# Sneak peak at my collection



## krissy78 (Apr 9, 2018)

It’s been a while since I’ve done an update on what I currently have in my collection so thought I’d share some pics.


----------



## richyboa72 (Apr 10, 2018)

Nice collection you have there.
I love how pronuced the heat pits are on that first python picture,looks like someone hole punched it out, but It probably shows up more against the pale colour 

Sent from my TA-1024 using Tapatalk


----------



## krissy78 (Apr 10, 2018)

richyboa72 said:


> Nice collection you have there.
> I love how pronuced the heat pits are on that first python picture,looks like someone hole punched it out, but It probably shows up more against the pale colour
> 
> Sent from my TA-1024 using Tapatalk


Hahaha yeah I just noticed what you meant. Definitely looks like it’s been hole punched


----------



## Stuart (Apr 13, 2018)

Awesome, thanks for sharing


----------



## Pauls_Pythons (Apr 13, 2018)

Hey Krissy. I work just up the road from you


----------



## Chipewah (Apr 14, 2018)

you have some nice animals.


----------



## Soma123 (Apr 17, 2018)

Wow nice collection. 


Sent from my iPhone using Tapatalk


----------



## krissy78 (Apr 19, 2018)

Pauls_Pythons said:


> Hey Krissy. I work just up the road from you


Any place in particular lol that could be any number of roads
[doublepost=1524086930,1524086710][/doublepost]
Newest member of my scale family! Leatherback Bearded Dragon.
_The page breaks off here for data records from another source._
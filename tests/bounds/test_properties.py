"""Properties: a partial order, printing and reading as inverses, and no exception but BoundError."""

from __future__ import annotations

from fractions import Fraction

import pytest
from hypothesis import assume, given, settings
from hypothesis import strategies as st

from pytest_growthbudget.bounds.budget import Budget, compare, from_recurrence, parse_budget
from pytest_growthbudget.bounds.derivation import Unsolved
from pytest_growthbudget.bounds.exact import Undecidable
from pytest_growthbudget.bounds.growth import Factor
from pytest_growthbudget.bounds.language import BoundError
from pytest_growthbudget.bounds.recurrence import Decrease, Ratio, Recurrence

COMMON = settings(max_examples=150, deadline=None, derandomize=True)
POWERS = st.sampled_from(["0", "1", "2", "0.5", "1.5", "(1/3)", "log2(3)", "-1", "2.0000001", "(log2(7) - 1)"])


@st.composite
def products(draw: st.DrawFn, name: str = "n") -> str:
    """Texts of single products c^n n^p log^q n (log log n)^r n!^s."""
    base = draw(st.sampled_from(["1", "2", "1.5", "0.5", "((1+sqrt(5))/2)", "sqrt(2)", "exp(1)"]))
    factorial = draw(st.sampled_from(["0", "0", "0", "1", "2", "0.5"]))
    p, q, r = draw(POWERS), draw(POWERS), draw(POWERS)
    return f"{base}^{name} * ({name}!)^{factorial} * {name}^{p} * (log {name})^{q} * (log log {name})^{r}"


@st.composite
def expressions(draw: st.DrawFn, depth: int = 3) -> str:
    """Texts from a loose grammar; many have no growth."""
    if depth == 0:
        return draw(st.sampled_from(["n", "m", "2", "0.5", "7", "log n", "n!"]))
    a, b = draw(expressions(depth=depth - 1)), draw(expressions(depth=depth - 1))
    shape = draw(
        st.sampled_from(
            ["{a} + {b}", "{a} - {b}", "({a}) * ({b})", "({a}) / ({b})", "({a})^({b})", "log({a})", "sqrt({a})",
             "2^({a})", "floor({a})", "O({a})", "({a})!", "max({a}, {b})", "exp({a})", "({a})^1.5", "{a} {b}", "{a}"]
        )
    )  # fmt: skip
    return shape.format(a=a, b=b)


def _answer(text: str) -> Budget | BoundError:
    try:
        return parse_budget(text)
    except BoundError as fault:
        return fault


@COMMON
@given(products())
def test_print_and_parse_are_inverse(text: str) -> None:
    """What is printed reads back to the same exact growth, and prints the same again."""
    budget = parse_budget(text)
    again = parse_budget(budget.theta)
    assert again.growth.monomials == budget.growth.monomials
    assert again.theta == budget.theta


@COMMON
@given(products(), products(), products())
def test_order_is_total_on_one_size(a: str, b: str, c: str) -> None:
    """Reflexive, antisymmetric, transitive, and never undecided between products of one size."""
    rank = {"slower": -1, "same": 0, "faster": 1}
    assert compare(a, a) == "same"
    ab, ba, bc, ac = (rank[compare(x, y)] for x, y in ((a, b), (b, a), (b, c), (a, c)))
    assert ab == -ba
    if ab <= 0 and bc <= 0:
        assert ac <= 0
        assert (ac == 0) == (ab == 0 and bc == 0)


@COMMON
@given(products(), products())
def test_products_respect_the_order(a: str, b: str) -> None:
    """Multiplying both sides by n log n changes nothing; a sum grows like its larger part."""
    relation = compare(a, b)
    assert compare(f"n * log n * ({a})", f"n * log n * ({b})") == relation
    assert compare(f"({a}) + ({b})", b if relation == "slower" else a) == "same"


@COMMON
@given(st.lists(products("n") | products("m") | st.just("n m"), min_size=1, max_size=3))
def test_sums_of_two_sizes_read_back(parts: list[str]) -> None:
    """Sums that stay sums print and read back, and are of the same growth in any order."""
    text = " + ".join(parts)
    try:
        budget = parse_budget(text)
    except BoundError:
        assume(False)
        raise
    assert parse_budget(budget.theta).growth.monomials == budget.growth.monomials
    assert compare(budget.theta, " + ".join(reversed(parts))) == "same"


@COMMON
@given(expressions())
def test_loose_grammar_raises_nothing_else(text: str) -> None:
    """An answer that reads back, or BoundError with a place inside the text."""
    budget = _answer(text)
    if isinstance(budget, BoundError):
        assert budget.position is not None
        assert 0 <= budget.position <= len(text)
        assert budget.message in str(budget)
    else:
        assert parse_budget(budget.theta).growth.monomials == budget.growth.monomials


@COMMON
@given(st.text(alphabet="nmT0123456789.+-*/^!(){}=,;:|√⌈⌉²ⁿ·ΘOlogsqrt '[]_Ωп\n", max_size=40) | st.text(max_size=30))
def test_noise_raises_nothing_else(text: str) -> None:
    """Random characters are answered or refused."""
    budget = _answer(text)
    assert str(budget)


RATIOS = st.fractions(min_value=Fraction(1, 20), max_value=Fraction(19, 20), max_denominator=20)
COEFFICIENTS = st.fractions(min_value=Fraction(1, 10), max_value=10, max_denominator=10)
EXPONENTS = st.fractions(min_value=-2, max_value=4, max_denominator=4)


@COMMON
@given(
    st.lists(st.tuples(COEFFICIENTS, RATIOS), min_size=1, max_size=3, unique_by=lambda t: t[1]), EXPONENTS, EXPONENTS
)
def test_akra_bazzi_exponent_solves_its_equation(
    terms: list[tuple[Fraction, Fraction]], power: Fraction, log: Fraction
) -> None:
    """Σ a b^p = 1 at the critical exponent, and the growth lies on the side that the toll's exponent says."""
    toll = Factor(power=power, log=log)
    try:
        budget = from_recurrence(Recurrence.of([(a, Ratio(b)) for a, b in terms], toll))
    except (Unsolved, Undecidable):
        assume(False)
        raise
    at_toll = sum(float(a) * float(b) ** float(power) for a, b in terms)
    (found,) = (next(iter(t.values())) for t in budget.terms())
    if at_toll < 1 - 1e-9:
        assert found["power"] == pytest.approx(float(power))
        assert found["log"] == pytest.approx(float(log))
    elif at_toll > 1 + 1e-9:
        assert sum(float(a) * float(b) ** found["power"] for a, b in terms) == pytest.approx(1.0)
        assert found["log"] == 0
    else:
        assert found["power"] == pytest.approx(float(power))


@COMMON
@given(
    st.lists(st.tuples(COEFFICIENTS, st.integers(1, 5)), min_size=1, max_size=3, unique_by=lambda t: t[1]),
    st.sampled_from([None, Fraction(0), Fraction(2)]),
)
def test_characteristic_root_solves_its_equation(terms: list[tuple[Fraction, int]], power: Fraction | None) -> None:
    """Σ a ρ^-k = 1 for the base of a homogeneous solution above 1."""
    toll = None if power is None else Factor(power=power)
    budget = from_recurrence(Recurrence.of([(a, Decrease(Fraction(k))) for a, k in terms], toll))
    (found,) = (next(iter(t.values())) for t in budget.terms())
    total = sum(a for a, _ in terms)
    if total > 1 or toll is None:
        assert sum(float(a) * found["exp_base"] ** -k for a, k in terms) == pytest.approx(1.0)
        assert found["power"] == 0
    else:
        assert found["exp_base"] == 1
        assert found["power"] == float(power or 0) + (1 if total == 1 else 0)


@COMMON
@given(products(), st.integers(1, 10**6), st.integers(1, 10**6))
def test_log_growth_is_a_number(text: str, n: int, k: int) -> None:
    """Finite at ordinary sizes, and additive over products."""
    budget = parse_budget(text)
    value = budget.log_growth(dict.fromkeys(budget.variables, n))
    assert value == value
    assert abs(value) < 1e9
    assert parse_budget(f"({text}) * 1").log_growth(dict.fromkeys(budget.variables, k)) == pytest.approx(
        budget.log_growth(dict.fromkeys(budget.variables, k))
    )
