"""Exact numbers: the laws of arithmetic hold formally, and every value is that of mpmath."""

from __future__ import annotations

import math
import pickle
from fractions import Fraction

import mpmath
import pytest
from hypothesis import assume, given, settings
from hypothesis import strategies as st

from pytest_growthbudget.bounds.enclosure import to_float
from pytest_growthbudget.bounds.exact import (
    BASE,
    EULER,
    ONE,
    ZERO,
    Number,
    Real,
    Symbol,
    Undecidable,
    common_measure,
    depends_on,
    exp_number,
    factor,
    integer_root,
    is_large,
    ln_fraction,
    ln_number,
    number_key,
    perfect_power,
    power_number,
    symbol,
)
from pytest_growthbudget.bounds.roots import growth_rate

COMMON = settings(max_examples=50, deadline=None, derandomize=True)
FRACTIONS = st.fractions(min_value=-9, max_value=9, max_denominator=6)
EXPONENTS = st.sampled_from([Fraction(x) for x in ("1/2", "-1/2", "1/3", "5/3", "2", "-3")])


@st.composite
def numbers(draw: st.DrawFn) -> Number:
    """A rational combination of products of constants."""
    total: Number = draw(FRACTIONS)
    for _ in range(draw(st.integers(0, 2))):
        part: Number = draw(FRACTIONS)
        for _ in range(draw(st.integers(1, 2))):
            prime = Fraction(draw(st.sampled_from([2, 3, 6])))
            constant = draw(st.sampled_from([ln_fraction(prime), symbol(EULER), prime, ln_number(ln_fraction(prime))]))
            part = part * (power_number(constant, draw(EXPONENTS)) if constant == prime else constant)
        total = total + part
    return total


@COMMON
@given(numbers(), numbers(), numbers())
def test_the_laws_of_arithmetic_hold_formally(a: Number, b: Number, c: Number) -> None:
    """No rounding: equal by cancellation, however the sides were reached."""
    assert a + b == b + a
    assert a * b == b * a
    assert (a + b) + c == a + (b + c)
    assert (a + b) * c == a * c + b * c
    assert a - a == ZERO
    assert (a + b) - b == a
    assert a - b == -(b - a)
    assert 0 + a == a + 0 == 1 * a == a * 1 == a / 1 == a
    assert 2 - a == -(a - 2)
    assert a * 0 == 0 * a == ZERO
    if b:
        assert b / b == ONE
        assert 0 / b == ZERO
        assert a * b / b - a == ZERO
        assert 3 / b * b - 3 == ZERO
        assert a / b + c / b - (a + c) / b == ZERO


@COMMON
@given(numbers(), numbers())
def test_arithmetic_has_the_values_of_floats(a: Number, b: Number) -> None:
    x, y = to_float(a), to_float(b)
    assert to_float(a + b) == pytest.approx(x + y, rel=1e-9, abs=1e-9)
    assert to_float(a - b) == pytest.approx(x - y, rel=1e-9, abs=1e-9)
    assert to_float(a * b) == pytest.approx(x * y, rel=1e-9, abs=1e-9)
    if b and abs(y) > 1e-6:
        assert to_float(a / b) == pytest.approx(x / y, rel=1e-9, abs=1e-9)


@COMMON
@given(numbers(), numbers())
def test_equal_numbers_have_one_key_and_hash_and_others_have_not(a: Number, b: Number) -> None:
    again = (a + b) - b
    assert (number_key(again), hash(again)) == (number_key(a), hash(a))
    assert (number_key(a) == number_key(b)) == (a == b)
    assert pickle.loads(pickle.dumps(a)) == a


@COMMON
@given(st.fractions(min_value=Fraction(1, 500), max_value=500, max_denominator=500), FRACTIONS)
def test_powers_of_rationals_multiply_and_undo(x: Fraction, exponent: Fraction) -> None:
    raised = power_number(x, exponent)
    assert to_float(raised) == pytest.approx(float(x) ** float(exponent), rel=1e-12)
    assert raised * power_number(x, 1 - exponent) == x
    assert raised * power_number(x, -exponent) == ONE
    if exponent:
        assert power_number(raised, 1 / exponent) == x
    assert ln_number(raised) == exponent * ln_fraction(x)
    assert exp_number(ln_number(raised)) == raised
    assert power_number(symbol(EULER), exponent) == exp_number(exponent)
    assert ln_number(exp_number(exponent)) == exponent


@COMMON
@given(numbers())
def test_logarithm_and_exponential_undo_each_other(a: Number) -> None:
    assume(abs(to_float(a)) < 50)
    raised = exp_number(a)
    assert to_float(raised) == pytest.approx(math.exp(to_float(a)), rel=1e-12)
    assert ln_number(raised) == a
    if to_float(a) > 1e-6:
        assert to_float(ln_number(a)) == pytest.approx(math.log(to_float(a)), rel=1e-9, abs=1e-9)
        assert exp_number(ln_number(a)) == a
        assert exp_number(-2 * ln_number(a)) == ONE / (a * a)


def test_roots_of_one_number_cancel_and_roots_of_others_do_not() -> None:
    half = Fraction(1, 2)
    root_2, root_3, root_6 = (power_number(Fraction(x), half) for x in (2, 3, 6))
    assert root_2 * root_3 == root_6
    assert root_2 * root_2 == 2
    assert power_number(Fraction(8), half) == 2 * root_2
    assert power_number(Fraction(1, 2), half) == root_2 / 2
    assert power_number(Fraction(2), Fraction(7, 2)) == 8 * root_2
    assert root_2 != root_3
    assert (root_2 + 1) * (root_2 - 1) == 1
    assert (2 * root_2 + 2 * root_3) / (root_2 + root_3) == 2
    assert (root_2 + root_3) / (root_2 - root_3) != -1
    assert power_number(root_2 + 1, Fraction(2)) == 3 + 2 * root_2
    assert power_number(root_2 + 1, Fraction(0)) == ONE
    with pytest.raises(ZeroDivisionError):
        ONE / (root_2 - root_2)
    with pytest.raises(ZeroDivisionError):
        root_2 / 0


def _product(parts: tuple[tuple[int, int], ...]) -> int:
    return math.prod(p**k for p, k in parts)


@COMMON
@given(st.integers(1, 10**6) | st.integers(1, 10**30))
def test_factors_multiply_to_the_number_and_are_no_powers(n: int) -> None:
    """Primes up to 1000 apart from one another; the rest is no power of anything."""
    parts = factor(n)
    assert _product(parts) == n
    assert len({p for p, _ in parts}) == len(parts)
    for p, k in parts:
        assert k >= 1
        assert perfect_power(p) == (p, 1)
        assert all(p == d or p % d for d in range(2, 1000))


@pytest.mark.parametrize("n", [1, 2, 4, 997, 997**2, 1009, 1009**2, 1009**5, 1009 * 1013, (1009 * 1013) ** 3, 2**64])
def test_factors_are_as_small_as_can_be_found(n: int) -> None:
    for power in (1, 2, 3):
        assert factor(n**power) == tuple((p, k * power) for p, k in factor(n))


@COMMON
@given(st.integers(0, 10**40), st.integers(2, 12))
def test_integer_roots_are_the_largest(n: int, k: int) -> None:
    r = integer_root(n, k)
    assert r**k <= n < (r + 1) ** k
    assert integer_root(n**k, k) == n


@COMMON
@given(st.sampled_from([1009, 1013, 1009 * 1013, 10_007, 2**61 - 1]), st.integers(1, 30))
def test_a_perfect_power_is_taken_apart_whole(root: int, k: int) -> None:
    """Of numbers without primes below 1000, which are divided out before."""
    base, exponent = perfect_power(root**k)
    assert base**exponent == root**k
    assert exponent == k


def test_small_perfect_powers_are_taken_apart_whole() -> None:
    for n in range(2, 1100):
        base, exponent = perfect_power(n)
        assert base**exponent == n
        assert not any(r**k == n for k in range(exponent + 1, 11) for r in range(2, 34))


@COMMON
@given(st.lists(st.fractions(min_value=Fraction(1, 60), max_value=60, max_denominator=60), min_size=1, max_size=4))
def test_the_common_measure_is_the_largest(weights: list[Fraction]) -> None:
    measure = common_measure(weights)
    counts = [w / measure for w in weights]
    assert all(count.denominator == 1 for count in counts)
    assert math.gcd(*(count.numerator for count in counts)) == 1


ROOT = growth_rate(((ONE, 1), (ONE, 2), (ONE, 3)))


def test_what_a_number_depends_on_is_found_inside_logarithms_and_exponentials() -> None:
    base = symbol(BASE)
    for x in (base, base + 1, 1 / (1 + base), ln_number(base + 1), exp_number(base * ln_fraction(Fraction(2)))):
        assert depends_on(x, ("base", "some"))
        assert not depends_on(x, ("root",))
    assert depends_on(exp_number(ROOT), ("root",))
    assert not depends_on(Fraction(1), ("base",))
    assert not depends_on(ln_fraction(Fraction(2)), ("base",))


def test_large_integers_are_found_wherever_they_are() -> None:
    big = 2**99
    large: list[Number] = [
        Fraction(big),
        Fraction(-big),
        Fraction(1, big),
        big * ln_fraction(Fraction(2)),
        1 / (ln_fraction(Fraction(2)) + Fraction(1, big)),
        power_number(symbol(EULER), Fraction(1, big)),
        ln_fraction(Fraction(2**127 - 1)),
        power_number(Fraction(2**127 - 1), Fraction(1, 2)),
        ln_number(ln_fraction(Fraction(2**127 - 1))),
        exp_number(big * ln_number(ln_fraction(Fraction(2))) / 3),
        growth_rate(((Fraction(big), 1), (ONE, 3))),
    ]
    for x in large:
        assert is_large(x, 99)
        assert not is_large(x, 130)
    assert not is_large(Fraction(big), 100)
    for x in (ONE, ln_fraction(Fraction(2)), ROOT, symbol(BASE), exp_number(ROOT / 2)):
        assert not is_large(x, 50)


@pytest.mark.parametrize(
    ("base", "exponent"),
    [
        (Fraction(2**100), Fraction(64)),
        (Fraction(1, 2**100), Fraction(64)),
        (Fraction(2), Fraction(10001, 2)),
        (Fraction(2), Fraction(-10001, 2)),
    ],
)
def test_powers_of_thousands_of_digits_are_refused(base: Fraction, exponent: Fraction) -> None:
    with pytest.raises(Undecidable, match=r"^a number here is too large$"):
        power_number(base, exponent)


def test_powers_just_below_that_are_exact() -> None:
    assert power_number(Fraction(2**50), Fraction(64)) == 2**3200
    assert power_number(Fraction(2), Fraction(2001, 2)) == 2**1000 * power_number(Fraction(2), Fraction(1, 2))


def test_products_of_too_many_parts_are_refused() -> None:
    long = sum((ln_fraction(Fraction(p)) for p in (2, 3, 5, 7, 11, 13, 17)), start=ONE)
    square = long * long
    with pytest.raises(Undecidable, match=r"^a number here has too many parts$"):
        square * square * square


def test_numbers_of_one_kind_differ_by_their_key_and_keep_an_order() -> None:
    ln_2, ln_3, rad_2 = Symbol("ln", 2, "2"), Symbol("ln", 3, "3"), Symbol("rad", 2, "2")
    assert sorted([rad_2, ln_3, ln_2]) == [ln_2, ln_3, rad_2]
    assert Symbol("ln", 2, "2") == Symbol("ln", None, "2") != Symbol("ln", 2, "3")
    assert isinstance(symbol(EULER), Real)
    assert repr(symbol(EULER)).startswith("Real({")


def test_the_value_of_each_kind_of_constant() -> None:
    with mpmath.workdps(30):
        for x, expected in (
            (ln_fraction(Fraction(8, 9)), mpmath.log(mpmath.mpf(8) / 9)),
            (symbol(EULER, Fraction(1, 2)), mpmath.exp(0.5)),
            (symbol(Symbol("rad", 5, "5"), Fraction(-7, 3)), mpmath.mpf(5) ** (mpmath.mpf(-7) / 3)),
        ):
            assert to_float(x) == pytest.approx(float(expected), rel=1e-15)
Have 2 more joining the family next week


----------



## Pauls_Pythons (Apr 19, 2018)

krissy78 said:


> Any place in particular lol that could be any number of roads



Gawler.


----------



## pinefamily (Apr 19, 2018)

Since when have you left Mexico, I mean Melbourne, P_P?


----------



## krissy78 (Apr 23, 2018)

Pauls_Pythons said:


> Gawler.


Oh yeah not to far away at all


----------